If an abnormality occurs in the magnetic head B1, no counter electromotive voltage is generated across the terminals T2 and T3, the potentials of the capacitors C1 and C2 decrease due to the constant current sources I1 and I2, and the base potentials of the transistors Q3 and Q4 decrease. If the maximum voltage at the terminal T1 of the magnetic head B1 becomes lower than a potential EB, shown in FIG. 2, set at the voltage source E2, the transistors Q3 and Q4 are set in an operative state. Accordingly, the voltage of the resistor R1 rises to raise the level at the terminal T6. In this manner, when an abnormality occurs in the magnetic head, the abnormality is detected on the basis of the voltage generated at the terminal T6.
Most of magnetic heads used in magnetic disk apparatuses have been induction heads for both recording and reproduction. In recent years, however, the reproduction ability of the induction head is being limited, and the magnetic head is shifting to a magnetic head (to be referred to as an MR head hereinafter) using a magnetoresistive effect element for a reproduction head. This MR head is a combined head constituted by the induction head for recording and the magnetoresistive effect element (to be referred to as an MR element hereinafter) for reproduction. Therefore, the induction head and the MR head have no difference in terms of the recording ability. However, the data transfer rate is as high as, e.g., 100 Mbit/sec in proportion to the reproduction ability of the MR head, and the inductance is being decreased by decreasing the number of turns of the coil of the recording head in order to improve the leading characteristics of the recording current.

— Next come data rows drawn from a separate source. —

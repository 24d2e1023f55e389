import { VACUUM_PERMEABILITY_H_PER_M } from '../constants.ts';
import { InvalidQuantity } from '../invalid-quantity.ts';
import type { Method } from '../method.ts';

/** A coaxial line: solid inner conductor, return through the shield. Without an outer diameter the shield is infinitely thin. */
export interface CoaxialLine {
  readonly shape: 'coaxial-line';
  readonly length_m: number;
  readonly innerDiameter_m: number;
  readonly shieldInnerDiameter_m: number;
  readonly shieldOuterDiameter_m?: number;
}

/**
 * Internal inductance of a tube with its return inside it, uniform current, in units of µ0/2π a metre (inner radius b, outer c):
 *
 *     c⁴/(c² − b²)² ln(c/b) − (3c² − b²)/4(c² − b²),
 *
 * the energy ∫ B²/2µ0 of B = (µ0 I/2πr)(c² − r²)/(c² − b²). Of a thin shield, where it is (c − b)/3b, all but the last digits
 * cancel; with w = (c² − b²)/(c² + b²), ln(c/b) = atanh w = w + w³ A, it is (w/4) [1 + (1 + w)² A], every term positive.
 */
function shieldInternal(inner: number, outer: number): number {
  const ratio = inner / outer;
  const w = (((outer - inner) / outer) * (1 + ratio)) / (1 + ratio * ratio);
  let excess = 0;
  if (w < 0.5) {
    // A = 1/3 + w²/5 + w⁴/7 + …: 27 terms reach 1e-17 at w = 0.5.
    for (let k = 26; k >= 0; k--) excess = excess * w * w + 1 / (2 * k + 3);
  } else {
    excess = (Math.log(outer / inner) - w) / (w * w * w);
  }
  return (w / 4) * (1 + (1 + w) * (1 + w) * excess);
}

/**
 * Inductance in H of a coaxial line with uniform current in both conductors (direct current and low frequency):
 * (µ0/2π) l [ln(b/a) + 1/4 + the shield's internal part], the energy of the TEM field of a long line.
 *
 * `relativeError` is what the two ends do: the same conductors cut off square and summed by Neumann's integral differ by
 * −0.73 (µ0/2π) b in the limit of a thin inner conductor in a thin shield, by less than (µ0/2π) times the shield's outer
 * radius in every case tried; that is the bound.
 * Throws InvalidQuantity at /shieldInnerDiameter_m or /shieldOuterDiameter_m when the conductors don't fit in each other.
 *
 * | domain                                                       | worst relative error | against                           |
 * |--------------------------------------------------------------|----------------------|-----------------------------------|
 * | b/a − 1 from 1e-12 to 1e6, c/b − 1 from 1e-12 to 1e6         | 2e-15                | mpmath, the energy ∫ B²/2µ0 dV    |
 */
export function coaxialLineInductance(coil: CoaxialLine): { inductance_H: number; method: Method } {
  const { length_m, innerDiameter_m, shieldInnerDiameter_m, shieldOuterDiameter_m } = coil;
  if (shieldInnerDiameter_m <= innerDiameter_m) {
    throw new InvalidQuantity('/shieldInnerDiameter_m', 'the shield must be wider inside than the inner conductor');
  }
  if (shieldOuterDiameter_m !== undefined && shieldOuterDiameter_m <= shieldInnerDiameter_m) {
    throw new InvalidQuantity('/shieldOuterDiameter_m', 'the shield must be wider outside than inside');
  }
  const gap = (shieldInnerDiameter_m - innerDiameter_m) / innerDiameter_m;
  const shield = shieldOuterDiameter_m === undefined ? 0 : shieldInternal(shieldInnerDiameter_m, shieldOuterDiameter_m);
  const perLength = Math.log1p(gap) + 0.25 + shield;
  return {
    inductance_H: (VACUUM_PERMEABILITY_H_PER_M / (2 * Math.PI)) * length_m * perLength,
    method: {
      name: 'Energy of the field of a long coaxial line, uniform current',
      references: [
        'F. W. Grover, Inductance Calculations (1946), ch. 21',
        'J. C. Maxwell, A Treatise on Electricity and Magnetism (1873), vol. 2, art. 686',
      ],
      relativeError: (shieldOuterDiameter_m ?? shieldInnerDiameter_m) / 2 / (length_m * perLength),
      validity:
        'A line long against its diameter (relativeError is what the ends do), non-magnetic conductors, direct current and low ' +
        'frequency: skin effect takes the internal parts away.',
    },
  };
}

For example, the coil of a thin-film head as a kind of induction head has 40 to 50 turns. To the contrary, the coil of the recording head of the MR head has about 16 turns. Since the inductance of the coil is proportional to the square of the number of turns of the coil, it is obtained from the number of turns in the MR head. The inductance of the coil is proportional to the square of the number of turns of the coil, so that the inductance of the MR head is about 0.2 .mu.H.
In this manner, the magnetic head shifts from the induction head to the highly sensitive MR head, and the recording density increases to increase the data transfer rate. As a result, the inductance of the wire connecting the magnetic head and the recording/reproduction integrated circuit, and the presence of a stray capacitance cannot be ignored. Demand arises for highly precise detection of an abnormality in the magnetic head.
In most of recent magnetic heads, the recording coil is constituted by two terminals, so that the recording circuit and the magnetic head abnormality detection circuit are also indispensably improved.